A dissident who beats up Tai Chi masters - _bxg1
https://deadspin.com/he-never-intended-to-become-a-political-dissident-but-1838706430
======
mrbonner
One of my "sniff" test to evaluate a martial art is whether it is taught in
the police academy or in the military. I used to rely on the Olympics to do
this kind of evaluation but not now due to heavy inclination toward the "art"
form more than "martial" form.

For example, Jiu-jitsu, Karate-jutsu, Krav maga are very popular among police
academy & military camps around the world. Even Ken-jitsu is taught in Tokyo
police academy as well, though not very popular outside of Japan. Those
martial arts are designed not only to be very practical in physical contact
(neutralize opponent in the shortest amount of time) but also increase the
mental toughness. Their cousins (replace the jitsu with do) are more sporty
and humane, thus popular in the Olympics.

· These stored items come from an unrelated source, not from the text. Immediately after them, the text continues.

"""Health of a Cholesky factor, and the exact unit-diagonal scaling every factorization goes through.

:class:`FactorHealth` is the one health record of the covariance objects
(dense factors and the structured covariances alike). ``digits_lost`` on it is
always :func:`whiten._numerics.digits_lost_from_rcond` of a condition estimate
of the matrix scaled to unit diagonal (van der Sluis, 1969): Cholesky solves
are accurate relative to that scaling, which is exact because it uses powers
of two.
"""

from __future__ import annotations

import dataclasses

import numpy as np
from scipy.linalg import lapack

from .._numerics import digits_lost_from_rcond, digits_trusted, json_ready, pow2_level_scale

__all__ = ["FactorHealth", "health_of", "factor_scaled"]


@dataclasses.dataclass(frozen=True)
class FactorHealth:
    """Numerical health of a factorization.

    Attributes
    ----------
    rcond : float
        LAPACK ``dpocon`` estimate of ``1 / cond_1(m)`` for the matrix actually
        factored, ``m = a + jitter * I``.
    rcond_scaled : float
        The same estimate for ``m`` scaled to unit diagonal. Cholesky solves are
        accurate relative to this one (van der Sluis, 1969), so it drives
        ``digits_lost``: a covariance such as ``diag(1, 1e-11)`` has a tiny
        ``rcond`` but loses no digits.
    digits_lost : float
        ``digits_lost_from_rcond(rcond_scaled)`` = ``log10(1 / rcond_scaled)``: decimal digits a
        solve may lose.
    jitter : float
        Absolute amount added to the diagonal (0.0 when none).
    jitter_relative : float
        ``jitter / mean(diag(a))``.
    method : str
        ``"cholesky"``, ``"cholesky+jitter"``, ``"updated"`` or ``"given"``.
    """

    rcond: float
    rcond_scaled: float
    digits_lost: float
    jitter: float
    jitter_relative: float
    method: str

    @property
    def digits_trusted(self) -> float:
        """Roughly how many significant decimal digits a solve keeps."""
        return digits_trusted(self.digits_lost)

    def to_dict(self) -> dict:
        return json_ready(dataclasses.asdict(self) | {"digits_trusted": self.digits_trusted})


def _pow2_scale(diag: np.ndarray) -> np.ndarray:
    """Powers of two close to diag**-0.5 (1 where diag <= 0).

    Scaling by powers of two is exact in binary floating point, so the factor of
    the scaled matrix maps back to the factor of the original without rounding.
    """
    d = np.where(diag > 0, diag, 1.0)
    return np.exp2(-np.round(0.5 * np.log2(d)))


def _pocon(lower: np.ndarray, anorm: float) -> float:
    if anorm == 0 or not np.isfinite(anorm):
        return 0.0
    rc, info = lapack.dpocon(lower, anorm, uplo="L")
    return float(rc) if info == 0 else 0.0


def _scale_columns_and_norms(ms: np.ndarray, s: np.ndarray) -> tuple[float, float]:
    """Scale the columns of ``ms = S m`` by s in place (so ``ms = S m S``), in column
    slabs, and return the 1-norms of ``m`` and of ``S m S`` read off each slab
    while it is in cache.

    No p x p temporary and no BLAS call: numpy and scipy may each load their
    own OpenBLAS, and a numpy matrix-vector product just before ``dpotrf``
    leaves numpy's worker threads spinning on the cores the factorization
    needs (measured: ``dpotrf`` at p=2000 twice as slow right after one).
    ``|m_ij| = |ms_ij| / (s_i s_j)`` exactly, since s holds powers of two.
    """
    p = ms.shape[0]
    width = max(1, (1 << 17) // max(p, 1))  # slabs of about 1 MB
    inv_s = 1.0 / s
    anorm = anorm_s = 0.0
    for j0 in range(0, p, width):
        j1 = min(p, j0 + width)
        slab = ms[:, j0:j1]
        slab *= s[None, j0:j1]
        blk = np.abs(slab)
        anorm_s = max(anorm_s, float(blk.sum(axis=0).max()))
        blk *= inv_s[:, None]
        anorm = max(anorm, float((blk.sum(axis=0) * inv_s[j0:j1]).max()))
    return anorm, anorm_s


def factor_scaled(m: np.ndarray):
    """Factor m through its (power-of-two) unit-diagonal scaling; m is not modified.

    Returns ``(lower, scale, info, rcond_scaled, anorm)``: ``lower`` is the factor
    of m (None on failure), ``scale`` the diagonal scaling s with m_s = S m S,
    ``anorm`` the 1-norm of m (for the unscaled condition estimate, which is
    computed only when asked for). The scaled copy is factored in place, so the
    only n x n array made is that copy.
    """
    s = _pow2_scale(np.diag(m).copy())
    ms = np.multiply(m, s[:, None], order="F")
    anorm, anorm_s = _scale_columns_and_norms(ms, s)
    c, info = lapack.dpotrf(ms, lower=1, clean=1, overwrite_a=1)
    if info != 0:
        return None, s, int(info), 0.0, anorm
    rc_s = _pocon(c, anorm_s)
    c /= s[:, None]  # exact: s holds powers of two
    return c, s, 0, rc_s, anorm


@dataclasses.dataclass(frozen=True)
class _PendingHealth:
    """A factor's health before the unscaled condition estimate is made.

    ``digits_lost`` (from the scaled estimate, which every factorization makes)
    is known at once; the unscaled ``rcond`` is a reported quantity, so its
    ``dpocon`` (a fifth of a p=2000 factorization) runs on first request.
    """

    rcond_scaled: float
    anorm: float
    jitter: float
    jitter_relative: float
    method: str

    @property
    def digits_lost(self) -> float:
        return digits_lost_from_rcond(self.rcond_scaled)

    def resolve(self, lower: np.ndarray) -> FactorHealth:
        return FactorHealth(_pocon(lower, self.anorm), self.rcond_scaled, self.digits_lost,
                            self.jitter, self.jitter_relative, self.method)


def health_of(lower: np.ndarray, jitter: float, jitter_rel: float, method: str) -> FactorHealth:
    """Condition estimates for a factor whose matrix is L L^T (O(p^2) beyond the product).

    Rows of L at extreme scales (a variance of 1e+320 or 1e-320) are first
    multiplied by powers of two, exactly; the unit-diagonal estimate does not
    depend on that scaling, and the unscaled ``rcond`` is reported as 0 when the
    matrix's own 1-norm is beyond float64.
    """
    c = pow2_level_scale(np.max(np.abs(lower), axis=1)) if lower.size else np.ones(0)
    if np.any(c != 1.0):
        with np.errstate(over="ignore", under="ignore", invalid="ignore"):
            lc = lower * c[:, None]
            anorm = float(((np.abs(lc) @ np.abs(lc).T) / c[:, None] / c[None, :]).sum(axis=0).max())
        rc = _pocon(np.asfortranarray(lower), anorm) if np.isfinite(anorm) else 0.0
        h = health_of(lc, 0.0, 0.0, method)
        return FactorHealth(rc, h.rcond_scaled, h.digits_lost, float(jitter), float(jitter_rel), method)
    m = lower @ lower.T
    rc = _pocon(np.asfortranarray(lower), float(np.abs(m).sum(axis=0).max()))
    s = _pow2_scale(np.diag(m).copy())
    ls = lower * s[:, None]
    ms = m * s[:, None] * s[None, :]
    rc_s = _pocon(np.asfortranarray(ls), float(np.abs(ms).sum(axis=0).max()))
    return FactorHealth(rc, rc_s, digits_lost_from_rcond(rc_s), float(jitter), float(jitter_rel), method)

Growing up watching a lot of Kung-fu/Wushu movies from Hong Kong, I was amazed
how artistic it was: beautiful kicks, long-rally sparring time. After getting
into Ken-do and boxing, I noticed a typical sparring match lasts at most a few
minutes. Then, I came to realize that how a practical martial art is vs. the
one with more emphasis on art form. I'm sure certain styles/forms of Kung-fu
are more practical (i.e: focusing more on neutralize opponent) as they were
intended to be. But over time, the dramatization of motion pictures destroy
its original purposes.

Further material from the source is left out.